As a reminder, Protestants split from the Catholic church in large part because the Pope was taking payments for telling people that their sins were forgiven, or that their route to heaven was assured, or that they had paid their way to one form or another of saving grace. This was called “selling indulgences.” It was widely considered to be a corrupt practice, in that the Pope saw it primarily as a source of income for use in plundering the believers.
Although the Puritans are often thought to have come here to escape religious tyranny, in fact they set up a theocracy that was just as tyrannical in its own way as the Church of England, with no tolerance for dissent or acceptance of other religious beliefs, even (or especially) other Christian denominations.
Williams best documented this in a book published in England in 1644, “The Bloody Tenet of Persecution for Cause of Conscience.” He coins the phrase “wall of separation between Church and State,” and argues from the text of the Bible that the Church should not have civil governmental authority. He understood how easy it was for church elders to take advantage of the parishioners to the detriment of the spiritual mission of the Church.

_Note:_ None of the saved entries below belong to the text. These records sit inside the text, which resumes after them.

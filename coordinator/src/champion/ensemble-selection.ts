import { InternalError, expandMotifs, type Genome, type LayerNode } from '@netbreeder/shared-types';

/**
 * Choosing the members of an averaging ensemble: accurate AND different from each other, since
 * averaging near-copies of one network gains little. Pure; no I/O.
 *
 * The rule (greedy): the most accurate candidate first; then, while the ensemble is short, the
 * candidate with the highest `accuracy - penalty * maxSimilarity`, where maxSimilarity is its
 * largest {@link architectureSimilarity} to a member already chosen. Ties go to the candidate
 * listed first (callers list them best first). Prediction disagreement on validation would be a
 * finer measure, but search results carry no per-sample predictions, so similarity is read from
 * the genomes.
 */

/** Width in powers of two (8 and 12 units fall together, 8 and 32 do not). */
const bucket = (n: number) => Math.round(Math.log2(Math.max(1, n)));

/** One token per built layer naming its kind and its main sizes, plus the optimizer: the multiset that architectures are compared by. */
export function architectureTokens(genome: Genome): string[] {
  const token = (n: LayerNode): string => {
    switch (n.kind) {
      case 'dense':
        return `dense/w${bucket(n.units)}/${n.activation}`;
      case 'conv2d':
        return `conv2d/k${n.kernelSize}/s${n.strides}/w${bucket(n.filters)}/${n.activation}`;
      case 'depthwise-conv2d':
        return `depthwise-conv2d/k${n.kernelSize}/s${n.strides}/m${n.depthMultiplier}`;
      case 'conv1d':
        return `conv1d/k${n.kernelSize}/s${n.strides}/d${n.dilation}/w${bucket(n.filters)}/${n.activation}`;
      case 'lstm':
      case 'gru':
        return `${n.kind}/w${bucket(n.units)}/${n.returnSequences ? 'seq' : 'last'}`;
      case 'max-pool2d':
      case 'avg-pool2d':
      case 'max-pool1d':
      case 'avg-pool1d':
        return `${n.kind}/p${n.poolSize}`;
      case 'activation':
        return `activation/${n.activation}`;
      default:
        return n.kind;
    }
  };
  // A repeat counts as the layers it builds, so a motif applied twice and the same layers written out compare equal.
  return [...expandMotifs(genome).genome.nodes.map(token), `optimizer/${genome.training.optimizer}`];
}

/** Multiset Jaccard similarity of two genomes' {@link architectureTokens}: 1 for equal token counts, 0 for nothing in common. */
export function architectureSimilarity(a: Genome, b: Genome): number {
  const count = (tokens: string[]) => tokens.reduce((m, t) => m.set(t, (m.get(t) ?? 0) + 1), new Map<string, number>());
  const ca = count(architectureTokens(a));
  const cb = count(architectureTokens(b));
  let shared = 0;
  let total = 0;
  for (const t of new Set([...ca.keys(), ...cb.keys()])) {
    shared += Math.min(ca.get(t) ?? 0, cb.get(t) ?? 0);
    total += Math.max(ca.get(t) ?? 0, cb.get(t) ?? 0);
  }
  return total === 0 ? 1 : shared / total;
}

export interface EnsembleCandidate {
  /** Whatever identifies it to the caller (a search evaluation id). */
  id: string;
  genomeHash: string;
  genome: Genome;
  /** Validation accuracy in the search. */
  accuracy: number;
}

export interface EnsemblePick extends EnsembleCandidate {
  /** accuracy - penalty * similarity when it was chosen (its plain accuracy for the first). */
  score: number;
  /** Its largest similarity to a member chosen before it (0 for the first). */
  similarity: number;
  /** The member it is most similar to (null for the first). */
  nearestHash: string | null;
}

/**
 * Picks up to `size` distinct genomes by the greedy rule above. Candidates with the same genome
 * hash count once (the first listed). Throws on a size below 1 or a negative penalty.
 */
export function selectEnsemble(candidates: readonly EnsembleCandidate[], size: number, penalty: number): EnsemblePick[] {
  if (!Number.isInteger(size) || size < 1) throw new InternalError(`ensemble size must be a whole number ≥ 1, got ${size}`);
  if (!(penalty >= 0)) throw new InternalError(`diversity penalty must be ≥ 0, got ${penalty}`);
  const seen = new Set<string>();
  const pool = candidates.filter((c) => !seen.has(c.genomeHash) && seen.add(c.genomeHash));
  const chosen: EnsemblePick[] = [];
  while (chosen.length < size && pool.length) {
    let best = -1;
    let bestPick: EnsemblePick | null = null;
    pool.forEach((c, i) => {
      let similarity = 0;
      let nearestHash: string | null = null;
      for (const m of chosen) {
        const s = architectureSimilarity(c.genome, m.genome);
        if (nearestHash === null || s > similarity) [similarity, nearestHash] = [s, m.genomeHash];
      }
      const score = c.accuracy - penalty * similarity;
      if (!bestPick || score > bestPick.score) [best, bestPick] = [i, { ...c, score, similarity, nearestHash }];
    });
    chosen.push(bestPick!);
    pool.splice(best, 1);
  }
  return chosen;
}
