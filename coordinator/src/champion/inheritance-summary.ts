import type { TrainingStart } from '@netbreeder/shared-types';
import type { RunRecord, RunStore } from '../store/run-store.js';
import { checkpointSettings } from '../checkpoints/checkpoint-policy.js';

/** One search evaluation that did not start from fresh weights at epoch 0. */
export interface InheritedEvaluation {
  evaluationId: string;
  genomeHash: string;
  start: TrainingStart;
}

/** How the run's search trainings started: resumed, continued, inherited or fresh. */
export interface InheritanceSummary {
  /** Whether the run asked for weight inheritance (`search.weightInheritance`). */
  weightInheritance: boolean;
  /** Done search evaluations by how they started (`unknown`: results of workers before checkpoints). */
  byKind: Record<TrainingStart['kind'] | 'unknown', number>;
  /** Epochs a training did not have to repeat because it continued a checkpoint. */
  epochsReused: number;
  /** Trainings offered a checkpoint they could not use (they trained from epoch 0; see their notes). */
  unusable: number;
  /** How the champion's own search evaluation started. */
  champion: TrainingStart | null;
  /** The evaluations that started from a checkpoint, oldest first (at most 200). */
  evaluations: InheritedEvaluation[];
}

export function inheritanceSummary(store: RunStore, run: RunRecord, championSourceId: string | null): InheritanceSummary {
  const byKind: InheritanceSummary['byKind'] = { fresh: 0, resumed: 0, 'own-checkpoint': 0, 'parent-weights': 0, unknown: 0 };
  const evaluations: InheritedEvaluation[] = [];
  let epochsReused = 0;
  let unusable = 0;
  let champion: TrainingStart | null = null;
  for (const ev of store.evaluations(run.id)) {
    if (ev.kind !== 'search' || ev.state !== 'done' || !ev.result) continue;
    const start = ev.result.start;
    if (ev.id === championSourceId) champion = start ?? null;
    if (!start) {
      byKind.unknown++;
      continue;
    }
    byKind[start.kind]++;
    epochsReused += start.fromEpoch;
    if (start.note) unusable++;
    if (start.kind !== 'fresh' && evaluations.length < 200) evaluations.push({ evaluationId: ev.id, genomeHash: ev.genomeHash, start });
  }
  return { weightInheritance: checkpointSettings(run.config).inheritance, byKind, epochsReused, unusable, champion, evaluations };
}

const START_WORDS: Record<TrainingStart['kind'], string> = {
  fresh: 'fresh weights at epoch 0',
  resumed: 'resumed from the checkpoint of an earlier attempt',
  'own-checkpoint': 'continued from its own lower-rung checkpoint',
  'parent-weights': "started from its parent's weights",
};

/** One line describing how a training started. */
export function describeStart(s: TrainingStart | null): string {
  if (!s) return 'not recorded';
  const copied = s.kind === 'parent-weights' ? ` (${s.copiedWeights} of ${s.totalWeights} weights copied)` : s.kind !== 'fresh' ? ` at epoch ${s.fromEpoch}` : '';
  return `${START_WORDS[s.kind]}${copied}${s.fromEvaluationId ? `, checkpoint of ${s.fromEvaluationId}` : ''}${s.note ? `; ${s.note}` : ''}`;
}

/** How a final training's weights started (`champion.warmStart`), as a clause of the report's "How it was chosen"; empty when not recorded. */
export function describeFinalStart(s: TrainingStart | null | undefined): string {
  if (!s) return '';
  if (s.kind === 'parent-weights') return `, starting from the weights its search training ended with (${s.copiedWeights} of ${s.totalWeights} weights, checkpoint of ${s.fromEvaluationId})`;
  return `, starting from freshly initialised weights${s.note ? ` (${s.note})` : ''}`;
}

/** The report's Markdown section on checkpoints and weight inheritance. */
export function inheritanceMarkdown(i: InheritanceSummary): string[] {
  const k = i.byKind;
  return [
    '## Checkpoints and weight inheritance',
    '',
    `Weight inheritance was ${i.weightInheritance ? 'on' : 'off'} for this run. Of the finished search trainings, ${k.fresh} started fresh, ${k.resumed} resumed an earlier attempt's checkpoint, ${k['own-checkpoint']} continued their own lower-rung checkpoint and ${k['parent-weights']} started from their parent's weights${k.unknown ? ` (${k.unknown} not recorded)` : ''}; ${i.epochsReused} epoch(s) were not trained again. ${i.unusable ? `${i.unusable} training(s) were offered a checkpoint they could not use and trained from epoch 0.` : ''}`.trim(),
    '',
    `The champion's search evaluation: ${describeStart(i.champion)}.`,
    '',
    ...(i.evaluations.length
      ? ['| evaluation | genome | start |', '|---|---|---|', ...i.evaluations.map((e) => `| ${e.evaluationId} | \`${e.genomeHash.slice(0, 12)}\` | ${describeStart(e.start)} |`), '']
      : []),
  ];
}
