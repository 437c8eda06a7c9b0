import type { LabelledSamples, ModelArtifactsMessage } from '@netbreeder/shared-types';
import * as tf from '@tensorflow/tfjs';
import { evaluateModel, initBackend, loadModelFromMessage } from '@netbreeder/worker';

export interface ChampionScore {
  accuracy: number;
  loss: number;
  /** Predicted class of every test sample, in test-split order. */
  predictions: Int32Array;
  backend: string;
  /** Median milliseconds to classify one sample alone (batch of 1) on this machine's CPU. */
  latencyMsPerSample: number;
}

/** Median time of `runs` single-sample predictions, after a few warm-up calls. */
function singleSampleLatencyMs(model: import('@tensorflow/tfjs').LayersModel, test: LabelledSamples, runs = 30): number {
  const shape = model.inputs[0]!.shape.slice(1) as number[];
  const size = shape.reduce((a, b) => a * b, 1);
  const times: number[] = [];
  for (let i = 0; i < runs + 3; i++) {
    const row = test.features.subarray((i % test.count) * size, ((i % test.count) + 1) * size);
    const t0 = performance.now();
    tf.tidy(() => (model.predict(tf.tensor(row, [1, ...shape])) as import('@tensorflow/tfjs').Tensor).dataSync());
    if (i >= 3) times.push(performance.now() - t0);
  }
  times.sort((a, b) => a - b);
  return times[Math.floor(times.length / 2)]!;
}

/**
 * Scores a trained champion on the held-out test split, which only the coordinator has. Runs on
 * the best TensorFlow.js backend available here (the same choice a worker makes).
 */
export async function scoreChampion(model: ModelArtifactsMessage, test: LabelledSamples): Promise<ChampionScore> {
  const { backend } = await initBackend();
  const layersModel = await loadModelFromMessage(model);
  try {
    const { accuracy, loss, predictions } = await evaluateModel(layersModel, test);
    return { accuracy, loss, predictions, backend, latencyMsPerSample: test.count > 0 ? singleSampleLatencyMs(layersModel, test) : 0 };
  } finally {
    layersModel.dispose();
  }
}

Here is an additional note regarding the Puritans, who Williams felt invited corruption through entanglement. Puritans form the basis for the society depicted in Margaret Atwood’s “The Handmaid’s Tale,” which I have already commented on at some length. In that book, the founding fathers of a religious nation start off with the best of intentions, but inexorably are led down a path of theocracy, corruption, and harm to the citizens. The result is a religious dystopia where everyone is ultimately stripped of their freedom and free will, despite this not being the intent of those who set up the government.

Coming back to Louisiana, the Governor and others who passed H.B. 71 requiring the entanglement of Church and State have the best of intentions for the people. After all, how can it be bad to expose children to the Ten Commandments? Are these commandments not the foundation for our Christian values and the rule of law?
Yes, in a way they are. But the concern is really that we would lose sight of the lessons learned from the Puritans, the Church of England, and the European Catholic Church of the middle ages. This particular Biblical display is a small step down the path of integrating the Government with the Church. Perhaps it would be fine. But, if Roger Williams were alive, he would be concerned that the religious leaders are losing control, and that they would ultimately be consumed by the power they could wield over the people. The result would be a Church that has lost its way in guiding souls to heaven, as well as a government that would not serve the democratic interests of its people.